ASSIGNMENT: Among the records, which lines include "steps"? List them.

INPUT RECORDS:
+ + + + +
"""The shared findings-to-planted matching (tests/support/matching.py)."""

from support.matching import f_measure, match_findings


def test_one_to_one_and_nearest_in_time():
    planted = [{"kind": "missed", "time": 1.0, "expected_pitch": 60},
               {"kind": "missed", "time": 1.2, "expected_pitch": 60}]
    found = [{"kind": "missed", "time": 1.15, "expected_pitch": 60}]
    result = match_findings(found, planted)
    assert result.pairs == ((1, 0),) and result.missed_planted == (0,)


def test_maximum_matching_not_greedy():
    # a greedy pass would give finding 0 to planted 0 (nearest) and leave planted 1 unmatched;
    # a maximum bipartite matching (as mir_eval pairs notes) matches both
    planted = [{"kind": "early", "time": 1.0, "expected_pitch": 62},
               {"kind": "early", "time": 1.3, "expected_pitch": 62}]
    found = [{"kind": "early", "time": 1.1, "expected_pitch": 62},
             {"kind": "early", "time": 0.8, "expected_pitch": 62}]
    assert match_findings(found, planted).hits == 2


def test_pitch_roles_kinds_linked_and_uncertain():
    planted = [{"kind": "wrong_pitch", "time": 2.0, "expected_pitch": 64, "played_pitch": 65}]
    wrong_played = [{"kind": "wrong_pitch", "time": 2.0, "expected_pitch": 64, "played_pitch": 66}]
    assert match_findings(wrong_played, planted).hits == 0
    ok = {"kind": "wrong_pitch", "time": 2.1, "expected_pitch": 64, "played_pitch": 65}
    detail = {"kind": "late", "time": 2.5, "expected_pitch": 67, "linked_to": 3}
    unsure = {"kind": "extra", "time": 3.0, "played_pitch": 70, "status": "check_by_ear"}
    result = match_findings([ok, detail, unsure], planted)
    assert result.hits == 1 and result.n_found == 1
    assert match_findings([ok, detail, unsure], planted, count_linked=True, count_uncertain=True).n_found == 3


def test_passages_overlap():
    planted = [{"kind": "rushed", "time": 4.0, "start_s": 4.0, "end_s": 8.0}]
    assert match_findings([{"kind": "rushed", "time": 5.0, "end_time": 9.0}], planted).hits == 1
    assert match_findings([{"kind": "rushed", "time": 8.5, "end_time": 9.0}], planted).hits == 0
    assert match_findings([{"kind": "dragged", "time": 5.0, "end_time": 9.0}], planted).hits == 0


def test_f_measure_conventions():
    assert f_measure(0, 0, 0) == (1.0, 1.0, 1.0)
    assert f_measure(0, 3, 0)[2] == 0.0
    p, r, f = f_measure(3, 4, 6)
    assert (p, r) == (0.75, 0.5) and abs(f - 0.6) < 1e-12


def test_passage_reported_by_its_notes_only_when_asked():
    # the demo's rule: an early note on a rushed passage's note (same pitch, in time) reports it
    planted = [{"kind": "rushed", "time": 4.0, "resume_time": 6.0,
                "notes": [{"time": 4.0, "pitch": 69}, {"time": 4.5, "pitch": 71}]}]
    early = {"kind": "early", "time": 4.45, "played_pitch": 71}
    assert match_findings([early], planted).hits == 0
    assert match_findings([early], planted, note_kinds_for_passages=("early",)).hits == 1
    other_pitch = {"kind": "early", "time": 4.45, "played_pitch": 72}
    assert match_findings([other_pitch], planted, note_kinds_for_passages=("early",)).hits == 0
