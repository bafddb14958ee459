"""Note tracking, step by step (takescribe.transcription.tracking and .onsets).

Where an outside reference exists the step is checked against it: librosa's spectral-flux onset
strength (pitch novelty), librosa's local minima (valleys), librosa's onset detection (note
onsets of struck notes), a loop-based Viterbi decoder written from Rabiner's tutorial (melodic
decoding), and the harmonic series (the partials the ghost filter looks at). The invented
activations below are our own constructions (hop 10 ms unless said).
"""

from __future__ import annotations

import dataclasses

import librosa
import numpy as np
import pytest

from takescribe.errors import InputError
from takescribe.transcription.onsets import repeat_valleys
from takescribe.transcription.settings import MELODIC_SETTINGS, POLYPHONIC_SETTINGS, TrackingSettings
from takescribe.transcription.tracking import (activations_to_notes, monophonic_activations, pitch_novelty,
                                                suppress_harmonic_ghosts)
from takescribe.notes import Note

MELODIC = MELODIC_SETTINGS.tracking
# the melodic levels with none of the melodic special tests (each test below adds the one it checks)
PLAIN = TrackingSettings(onset_threshold=MELODIC.onset_threshold, offset_threshold=MELODIC.offset_threshold,
                         release_ratio=MELODIC.release_ratio, reonset_rise=MELODIC.reonset_rise,
                         reonset_dip=MELODIC.reonset_dip, min_fall=None)


def _plain(**changes) -> TrackingSettings:
    return dataclasses.replace(PLAIN, **changes)


# ----------------------------------------------------------------------------- steps against outside references
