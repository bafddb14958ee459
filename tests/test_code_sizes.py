"""The size limits of issue #14, run by the suite: no module in src/takescribe over 600 lines, no
function over 80 (tests/benchmarks/code_sizes.py counts, docstrings and comments included).

``ALLOWED`` names the few functions not yet cut into steps, each with its current length as a
ceiling (it may only shrink) and the reason it is still long. Nothing else may pass a limit.
"""

from __future__ import annotations

import importlib.util
import sys
from pathlib import Path

ROOT = Path(__file__).resolve().parents[1]

_spec = importlib.util.spec_from_file_location("code_sizes", ROOT / "tests" / "benchmarks" / "code_sizes.py")
code_sizes = importlib.util.module_from_spec(_spec)
sys.modules.setdefault("code_sizes", code_sizes)  # its dataclass looks its module up
_spec.loader.exec_module(code_sizes)

# (path, function) -> ceiling in lines, with why it is still over 80
ALLOWED = {
    # being rewritten by the comparison work of this session; to cut into named steps after it lands
    ("takescribe/comparison/compare.py", "compare_notes"): 132,
    # the score-time / take-time loop with pauses and jumps back; not cut in time (issue #14)
    ("takescribe/alignment/align.py", "align_reference"): 103,
    # the DTW recursion with its step weights in one place; not cut in time (issue #14)
    ("takescribe/alignment/dtw.py", "dtw"): 85,
    # one subcommand added per feature by several people this session; to split per subcommand after
    ("takescribe/cli.py", "build_parser"): 81,
    # the multiplicative-update loop (transcription is edited by another helper this session)
    ("takescribe/transcription/nmf.py", "decompose"): 81,
}


def test_no_module_or_function_over_the_limits():
    found = code_sizes.oversize(ROOT / "src")
    over = [str(item) for item in found
            if item.lines > ALLOWED.get((item.path, item.name), item.limit)]
    assert over == []


def test_allow_list_holds_only_what_is_still_long():
    # an entry whose function was cut (or renamed) must leave the list
    found = {(item.path, item.name) for item in code_sizes.oversize(ROOT / "src")}
    assert set(ALLOWED) <= found


def test_counter_sees_a_long_function(tmp_path):
    # the counter itself: a module of 700 lines holding one function of 90 is two findings
    package = tmp_path / "src" / "pkg"
    package.mkdir(parents=True)
    body = "def long():\n" + "    x = 1\n" * 89 + "\n" * 610
    (package / "big.py").write_text(body)
    found = code_sizes.oversize(tmp_path / "src")
    assert sorted((item.name, item.lines) for item in found) == [("", 700), ("long", 90)]
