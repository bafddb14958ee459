"""Harmonic dictionary: partial positions (ISO 16, stiff-string formula), lobe shape vs librosa's VQT,
harmonic-constrained adaptation, save/load."""

from __future__ import annotations

import numpy as np
import pytest

from takescribe.transcription.dictionary import adapt_dictionary, harmonic_dictionary, load_dictionary, save_dictionary
from takescribe.errors import DictionaryError, OutputError
from takescribe.transcription.nmf import decompose
from takescribe.features.spectrogram import ANALYSIS_SR, compute_spectrogram

SR = ANALYSIS_SR


def _axis():
    t = np.arange(SR) / SR
    return compute_spectrogram(np.sin(2 * np.pi * 440 * t).astype(np.float32), SR, tuning=0.0)


def test_partials_sit_at_integer_multiples_for_harmonic_instruments():
    spec = _axis()
    d = harmonic_dictionary(spec, instrument="violin")
    k = list(d.pitches).index(69)  # A4 = 440 Hz (ISO 16)
    w = d.W[:, k]
    for n in (1, 2, 3, 4):
        b = int(round(36 * np.log2(n * 440.0 / spec.frequencies[0])))
        assert w[b] == pytest.approx(w[max(b - 2, 0): b + 3].max())


def test_piano_partials_follow_the_stiff_string_formula():
    # f_n = n f0 sqrt(1 + B n^2) (Fletcher 1964): high partials of a treble note are sharp
    spec = _axis()
    d = harmonic_dictionary(spec, instrument="piano")
    k = list(d.pitches).index(84)
    n = 5
    B = 10 ** (-4.2 + 0.024 * (84 - 21))
    f0 = 440.0 * 2 ** ((84 - 69) / 12)
    fn = n * f0 * np.sqrt(1 + B * n * n)
    lobe = d.lobes[:, k, n - 1]
    centre = np.sum(np.arange(len(lobe)) * lobe) / lobe.sum()
    assert spec.frequencies[0] * 2 ** (centre / 36) == pytest.approx(fn, rel=0.004)
    assert fn > n * f0 * 1.0005


@pytest.mark.parametrize("freq", [110.0, 440.0, 1760.0])
def test_lobe_width_matches_the_vqt_response_to_a_sinusoid(freq):
    # librosa's VQT is the reference: a steady sinusoid's spectral peak has the width our lobe assumes
    t = np.arange(2 * SR) / SR
    spec = compute_spectrogram(np.sin(2 * np.pi * freq * t).astype(np.float32), SR, tuning=0.0)
    col = spec.V[:, spec.n_frames // 2]
    b = int(np.argmax(col))
    d = harmonic_dictionary(spec, instrument="flute" if freq > 200 else "cello")
    midi = int(round(69 + 12 * np.log2(freq / 440)))
    lobe = d.lobes[:, list(d.pitches).index(midi), 0]
    measured = col[b - 2: b + 3] / col[b]
    model = lobe[b - 2: b + 3] / lobe[b]
    np.testing.assert_allclose(model, measured, atol=0.15)


def test_columns_sum_to_one_and_are_float32():
    d = harmonic_dictionary(_axis(), instrument="piano")
    assert d.W.dtype == np.float32
    np.testing.assert_allclose(d.W.sum(axis=0), 1.0, rtol=1e-5)
    assert list(d.pitches) == list(range(21, 109))


def test_adaptation_keeps_templates_harmonic_and_lowers_the_cost():
    spec = _axis()
    d = harmonic_dictionary(spec, instrument="clarinet")
    rng = np.random.default_rng(0)
    # a "true" instrument with other partial amplitudes on the same lobes
    true = d.with_amplitudes(d.partial_amplitudes * rng.uniform(0.2, 2.0, d.partial_amplitudes.shape))
    H_true = rng.random((d.n_pitches, 60)) * (rng.random((d.n_pitches, 60)) > 0.8)
    V = true.W @ H_true
    H = decompose(V, d.W, n_iter=100).H
    before = decompose(V, d.W, n_iter=100).costs[-1]
    adapted = adapt_dictionary(V, d, H, n_iter=30)
    after = decompose(V, adapted.W, n_iter=100, H_init=H).costs[-1]
    assert after < before
    assert np.all(adapted.W[d.W == 0] == 0)  # zeros stay zero: templates stay harmonic
    assert adapted.adapted


def test_save_and_load_round_trip(tmp_path):
    spec = _axis()
    d = harmonic_dictionary(spec, instrument="cello")
    d2 = d.with_amplitudes(d.partial_amplitudes * 1.5)
    path = save_dictionary(d2, tmp_path / "cello.npz")
    loaded = load_dictionary(path)
    np.testing.assert_allclose(loaded.W, d2.W, rtol=1e-5, atol=1e-7)
    assert loaded.instrument == "cello" and loaded.program == 42
    with pytest.raises(OutputError, match="already exists"):
        save_dictionary(d2, path)


def test_load_refuses_other_files(tmp_path):
    bad = tmp_path / "x.npz"
    bad.write_bytes(b"not a numpy file")
    with pytest.raises(DictionaryError, match="not a takescribe dictionary"):
        load_dictionary(bad)
    with pytest.raises(DictionaryError, match="not found"):
        load_dictionary(tmp_path / "missing.npz")
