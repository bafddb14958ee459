"""Tests of takescribe.features.dereverb (WPE dereverberation, one channel)."""

from __future__ import annotations

import numpy as np
import pytest

from takescribe.errors import InputError
from takescribe.features.dereverb import (DEFAULT_DEREVERB, DereverbSettings, dereverberate, room_signal,
                                          validate_dereverb_settings, wants_dereverberation, wpe_single_channel)

SR = 22050


def _random_stft(rng, n_bins=6, n_frames=240):
    Y = rng.standard_normal((n_bins, n_frames)) + 1j * rng.standard_normal((n_bins, n_frames))
    Y[:, 60:80] *= 30.0  # a loud passage, so the weights vary
    return Y


@pytest.mark.parametrize("taps, delay, iterations", [(10, 3, 3), (4, 1, 2), (3, 0, 1)])
def test_equals_nara_wpe_reference(taps, delay, iterations):
    # outside reference: nara-wpe's own offline WPE (Drude et al. 2018), one channel (D = 1)
    from nara_wpe.wpe import wpe

    Y = _random_stft(np.random.default_rng(taps))
    expected = wpe(Y[:, None, :], taps=taps, delay=delay, iterations=iterations)[:, 0, :]
    ours = wpe_single_channel(Y, taps=taps, delay=delay, iterations=iterations, bins_per_chunk=4)
    np.testing.assert_allclose(ours, expected, rtol=1e-9, atol=1e-9 * np.abs(expected).max())
    assert np.abs(ours - Y).max() > 1e-3  # the filter did something


def test_silent_bins_fall_back_like_nara_wpe():
    # nara-wpe solves a singular (all-zero) bin by least squares: the bin stays zero
    from nara_wpe.wpe import wpe

    Y = _random_stft(np.random.default_rng(5))
    Y[2] = 0
    expected = wpe(Y[:, None, :], taps=3, delay=2, iterations=2)[:, 0, :]
    np.testing.assert_allclose(wpe_single_channel(Y, taps=3, delay=2, iterations=2), expected, atol=1e-9)


def _room_response(rt60):
    import pyroomacoustics as pra

    dims = [8.0, 6.0, 3.0]
    absorption, max_order = pra.inverse_sabine(rt60, dims)
    room = pra.ShoeBox(dims, fs=SR, materials=pra.Material(absorption), max_order=max_order)
    room.add_source([2.0, 3.0, 1.5])
    room.add_microphone([5.0, 3.5, 1.5])
    room.compute_rir()
    h = np.asarray(room.rir[0][0], float)
    return h[int(np.argmax(np.abs(h))):]


def _t20(decay):
    """Reverberation time from the Schroeder backward integral (energy decay curve) of a free decay,
    fitted from -5 to -25 dB and extrapolated to 60 dB (T20, ISO 3382-1)."""
    edc = np.cumsum(decay[::-1].astype(np.float64) ** 2)[::-1]
    edc_db = 10 * np.log10(edc / edc[0] + 1e-30)
    t = np.arange(len(edc_db)) / SR
    fit = (edc_db <= -5) & (edc_db >= -25)
    return -60.0 / np.polyfit(t[fit], edc_db[fit], 1)[0]


def test_decay_after_interrupted_noise_shortens():
    # ISO 3382-1's interrupted-noise method: noise bursts played in a simulated room
    # (pyroomacoustics ShoeBox, Sabine target 0.9 s); the free decay after each burst is
    # measured by Schroeder integration (T20). Measured: 1.18 s as recorded, 1.16 s
    # dereverberated (single-channel WPE shortens the tail only a little).
    from scipy.signal import fftconvolve

    h = _room_response(0.9)
    rng = np.random.default_rng(0)
    period, burst, n = int(1.5 * SR), int(0.2 * SR), 5
    x = np.zeros(period * n)
    for i in range(n):
        x[i * period: i * period + burst] = rng.standard_normal(burst)
    wet = fftconvolve(x, h)[: len(x)].astype(np.float32)
    dry = dereverberate(wet, SR)
    decays = [slice(i * period + burst, (i + 1) * period) for i in range(1, n)]
    t_wet = np.mean([_t20(wet[s]) for s in decays])
    t_dry = np.mean([_t20(dry[s]) for s in decays])
    # the room really is reverberant (pyroomacoustics' own Schroeder estimate agrees with ours)
    import pyroomacoustics as pra

    assert t_wet == pytest.approx(float(pra.experimental.measure_rt60(h, fs=SR, decay_db=20)), rel=0.15)
    assert t_dry < t_wet - 0.01


@pytest.mark.parametrize("dtype", [np.float32, np.float64])
def test_keeps_length_and_dtype(dtype):
    y = np.random.default_rng(1).standard_normal(SR // 2).astype(dtype)
    out = dereverberate(y, SR)
    assert out.dtype == dtype and out.shape == y.shape and np.all(np.isfinite(out))


def test_blocks_and_spill_match_in_memory_blocks():
    rng = np.random.default_rng(2)
    y = rng.standard_normal(7 * SR).astype(np.float32)
    small = DereverbSettings(block_seconds=3.0, overlap_seconds=1.0)
    in_memory = dereverberate(y, SR, settings=small)
    spilled = dereverberate(y, SR, settings=DereverbSettings(block_seconds=3.0, overlap_seconds=1.0,
                                                             spill_seconds=1.0))
    assert not spilled.flags.writeable  # mapped on a temporary file
    np.testing.assert_array_equal(spilled, in_memory)
    # blockwise output stays close to the one-block output (filters differ a little per block)
    whole = dereverberate(y, SR)
    assert np.corrcoef(whole, in_memory)[0, 1] > 0.95


def test_when_to_apply():
    threshold = DEFAULT_DEREVERB.rt60_threshold_s
    assert not wants_dereverberation("dry", 3.0)
    assert wants_dereverberation("reverberant", None)
    assert wants_dereverberation("auto", threshold) and not wants_dereverberation("auto", threshold - 0.1)
    assert not wants_dereverberation("auto", None)
    y = np.zeros(SR, np.float32)
    assert room_signal(y, SR, room="dry") is y
    with pytest.raises(InputError, match="room must be one of dry, auto, reverberant"):
        room_signal(y, SR, room="hall")


def test_bad_settings_and_input():
    with pytest.raises(InputError, match="taps must be a whole number >= 1"):
        validate_dereverb_settings(DereverbSettings(taps=0))
    with pytest.raises(InputError, match="hop_length .* must not exceed n_fft"):
        validate_dereverb_settings(DereverbSettings(n_fft=256, hop_length=512))
    with pytest.raises(InputError, match="overlap"):
        validate_dereverb_settings(DereverbSettings(block_seconds=2.0, overlap_seconds=1.0))
    with pytest.raises(TypeError, match="DereverbSettings"):
        validate_dereverb_settings({"taps": 3})
    with pytest.raises(InputError, match="mono"):
        dereverberate(np.zeros((2, 100), np.float32), SR)
    with pytest.raises(InputError, match="complex STFT"):
        wpe_single_channel(np.zeros((3, 10)))


def test_command_line_room_option():
    from takescribe.cli import build_parser, main

    args = build_parser().parse_args(["compare", "take.flac", "part.musicxml", "-o", "out", "--room", "reverberant"])
    assert args.room == "reverberant"
    assert build_parser().parse_args(["transcribe", "take.flac", "-o", "d.mid"]).room == "dry"
    assert main(["transcribe", "take.flac", "-o", "d.mid", "--room", "cathedral"]) == 2  # usage error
+ + + + +
RESPONSE TO THIS TASK:
# ----------------------------------------------------------------------------- steps against outside references
``ALLOWED`` names the few functions not yet cut into steps, each with its current length as a
    # being rewritten by the comparison work of this session; to cut into named steps after it lands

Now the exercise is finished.